# CM Punk AEW Tease on Instagram



## emerald-fire (Jan 30, 2017)

:no


----------



## Beatles123 (Jan 26, 2010)

emerald-fire said:


> :no


:ha im sorry but you may be in a vast minority here.


----------



## oleanderson89 (Feb 13, 2015)

I am thinking of going on a SARM cycle, any opinions?


----------



## What A Maneuver (Jun 16, 2013)




----------



## IronMan8 (Dec 25, 2015)

Tony Kahn all but confirmed CM Punk is signed.

They just didn’t want to make their first show all about him, so they’ll probably reveal it in Chicago.

It’s practically a certainty at this point and just a matter of how they’ll reveal him


----------



## Anoche (Mar 18, 2014)

It's still real to me dammit


:flair


----------



## Bosnian21 (May 27, 2019)

Man I hope he signs or has signed already.


----------



## McGee (Jul 5, 2016)

I stand by saying if he is on board with them, debuts at All Out In Chicago.... AEW instantly becomes the number 1 wrestling company. He seems to hate WWE with a passion so must know this and has to be tempted to do it.


----------



## L.I.O. (May 19, 2014)

IronMan8 said:


> *Tony Kahn all but confirmed CM Punk is signed.
> *
> They just didn’t want to make their first show all about him, so they’ll probably reveal it in Chicago.
> 
> It’s practically a certainty at this point and just a matter of how they’ll reveal him


...when?


----------



## emerald-fire (Jan 30, 2017)

Beatles123 said:


> :ha im sorry but you may be in a vast minority here.


Yes :sadbecky


----------



## Beatles123 (Jan 26, 2010)

emerald-fire said:


> Yes :sadbecky


:mj2 I'm sorry. I know you don't want this but I want this! :vincecry I still like you...


----------



## nWo4Lyfe420 (Apr 22, 2013)

Tony and Punk have been in talks for well over a year and their next major show is in Chicago. I'd be more shocked if he didn't show up than did. I'd imagine his name was brought up in TV negotiations with TNT. Even if he only signs on for 6 months to a year it will be a major boost for AEW to get their feet off the ground and get a ton of eyes on their product from the start.


----------



## NXT Only (Apr 3, 2016)

I think with their performer friendly schedule and him not having to be on TV every week due to them only have a 2 hour time slot that it makes a lot of sense. 

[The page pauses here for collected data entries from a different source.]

// Samples of one SPEC on the grid t; csv:FILE:COLUMN is read here and held onto the grid.
struct SampledSignal {
  std::vector<double> values;
  std::vector<double> step_times;  // the steps' instants (empty for prbs and csv)
};

SampledSignal SampleSpec(const std::string& option, const std::string& spec,
                         const std::vector<double>& t, std::uint64_t seed) {
  InputSignal signal;
  try {
    signal = InputSignal::Parse(spec);
  } catch (const UsageError& e) {
    throw UsageError(option + ": " + e.what());
  }
  SampledSignal out;
  if (!signal.is_csv()) {
    out.values = signal.Sample(t, seed);
    out.step_times = signal.StepTimes();
    return out;
  }
  // The file's time column is the one named t (or its first column), in seconds.
  Table table = ReadCsv(signal.csv_file());
  ColumnNames names;
  if (std::find(table.names.begin(), table.names.end(), "t") == table.names.end()) {
    names.time = "1";
  }
  names.input = signal.csv_column();
  Recording rec = SelectColumns(table, names, /*need_input=*/true, /*need_output=*/false,
                                /*need_reference=*/false, /*min_samples=*/1);
  // Zero-order hold: the value of the last row at or before each grid time (the first row's
  // value before the file starts).
  out.values.resize(t.size());
  size_t j = 0;
  for (size_t k = 0; k < t.size(); ++k) {
    while (j + 1 < rec.t.size() && rec.t[j + 1] <= t[k] * (1.0 + 1e-12)) ++j;
    out.values[k] = rec.u[j];
  }
  return out;
}

nlohmann::json MetricsJson(const StepMetrics& m) {
  return {{"step_time", nullptr},
          {"initial", JsonNumber(m.initial)},
          {"final_value", JsonNumber(m.final_value)},
          {"rise_time", JsonNumber(m.rise_time)},
          {"peak_time", m.has_peak ? JsonNumber(m.peak_time) : nlohmann::json()},
          {"peak_note", m.has_peak ? nlohmann::json() : nlohmann::json(m.no_peak)},
          {"overshoot_percent", JsonNumber(m.overshoot_percent)},
          {"undershoot_percent", JsonNumber(m.undershoot_percent)},
          {"settling_time", JsonNumber(m.settling_time)},
          {"steady_state_error", JsonNumber(m.steady_state_error)},
          {"peak_actuator", JsonNumber(m.peak_actuator)},
          {"settled", m.settled}};
}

I’m hoping we see a classic but reinvented Punk with him utilizing some of his MMA stuff he learned. 

I think the Pop when Cult of Personality hits might be the biggest one of all time.


----------



## CHAMPIONSHIPS (Dec 14, 2016)

I'll believe it when I see it


----------



## FROSTY (Jan 22, 2015)

Hope he goes back to his AFI entrance music and leaves Cult of Personality in WWE.


----------



## FROSTY (Jan 22, 2015)

Boldgerg said:


> Well, sort of...
> 
> Go check out his Instagram story.


How? I don't really do instagram. Where do I click to see this story?


----------



## Beatles123 (Jan 26, 2010)

SWITCHBLADE SHOOK said:


> How? I don't really do instagram. Where do I click to see this story?


This. Whats the connection OP?


----------



## RBrooks (Oct 18, 2013)

SWITCHBLADE SHOOK said:


> How? I don't really do instagram. Where do I click to see this story?


Here: https://www.instagram.com/stories/cmpunk

Personally, I don't think it's a tease. It's obviously a sarcasm troll move on his part. 

And yeah, as much as I would LOVE that to happen, I don't buy it until I actually see it.


----------



## Chan Hung (Dec 28, 2011)

One...can...hope


----------



## oleanderson89 (Feb 13, 2015)

Prince Kharis could fill that big man spot but he better watch his ass cause Orange Cassidy is ready to send his Siwan ass back to Giza.


----------



## IronMan8 (Dec 25, 2015)

L.I.O. said:


> IronMan8 said:
> 
> 
> > *Tony Kahn all but confirmed CM Punk is signed.
> ...


After DoN Tony Kahn was talking about signing everyone he wanted from his original list, which included CM Punk, and then said tonight isn’t about Punk so let’s focus on the others.

He basically let it slip... Kahn isn’t a polished media performer yet

Based on the way he spoke, it’s a certainty - Punk is signed


----------



## TheLooseCanon (Jun 18, 2013)

Punk is an asshole, but not a motherfucking asshole. He's an asshole like me. Our type of asshole ramps up sarcasm and smart ass ploys, but we don't waste our time with shit that one has no interest in.

Dude has been telling fans to go fuck themselves when it came to the word wrestling for years. Now he can't stop talking about AEW and teasing people with it. He wouldn't be wasting his time one would think.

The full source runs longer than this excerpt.